Goal of the exercise: Show all lines containing "astype" from the data below.
Records supplied: Begin
@pytest.fixture(scope="module")
def old() -> Folded:
    """A stream as after 10**8 rows: warm detectors, and three cells not hit for half of them."""
    rng = np.random.default_rng(100)
    folded, _ = onward(Folded.new(1), records(law_amounts(rng, 3000, 2, 6)), [3000])
    state = folded.state
    counts = np.concatenate(
        [
            rng.multinomial(OLD, bank.LAW[cells] / bank.LAW[cells].sum())
            for cells in WATCHED.values()
        ]
    )
    state["cell"]["count"] += with_coarse(counts).astype(np.int64)
    for name in ("records", "rows"):
        state[name] += OLD
    for counter in (state["clock"], state["cell"]["hit"], state["neighbours"]):
        counter += OLD
    for row in (state["cell"]["onset"], state["cell"]["onset_clock"], state["shape_onset"]):
        row += np.where(row > 0, OLD, 0).astype(row.dtype)
    state["repeats"] += int(OLD * (bank.LAW[WATCHED["lead_pair"]] ** 2).sum())
    waves = rng.normal(0, np.sqrt(OLD / 2), 4)
    state["circle"][0] += [*waves, 4.0 * OLD, (16 + 16 / 12) * OLD]
    # Their values were high at the last hit; 50 million misses leave what no hit ever leaves.
    for cell in (8, 50, 150):
        state["cell"]["hit"][0, cell] -= OLD // 2
        state["cell"]["value"][0, cell] = [1e3, 1e5, 1e7]
        state["cell"]["ratio"][0, cell] = math.exp(12)
    held = bank.CELL_WEIGHTS[:, None] * bank.EPSILON_SHARES * _cells_now(state[0])
    state["sums"][0] = [held[view == VIEW_OF_CELL].sum(axis=0) for view in range(3)]
    return folded


def _cells_now(state: Any) -> Any:
    """Return the value of every cell's detectors, (224, 3), in closed form."""
    misses = (state["clock"][VIEW_OF_CELL] - state["cell"]["hit"])[:, None].astype(float)
    kept = bank.RETAINED**misses
    return kept * state["cell"]["value"] + bank.RETAINED * (1 - kept) / bank.EPSILONS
Records supplied: End
Exercise output:
    state["cell"]["count"] += with_coarse(counts).astype(np.int64)
        row += np.where(row > 0, OLD, 0).astype(row.dtype)
    misses = (state["clock"][VIEW_OF_CELL] - state["cell"]["hit"])[:, None].astype(float)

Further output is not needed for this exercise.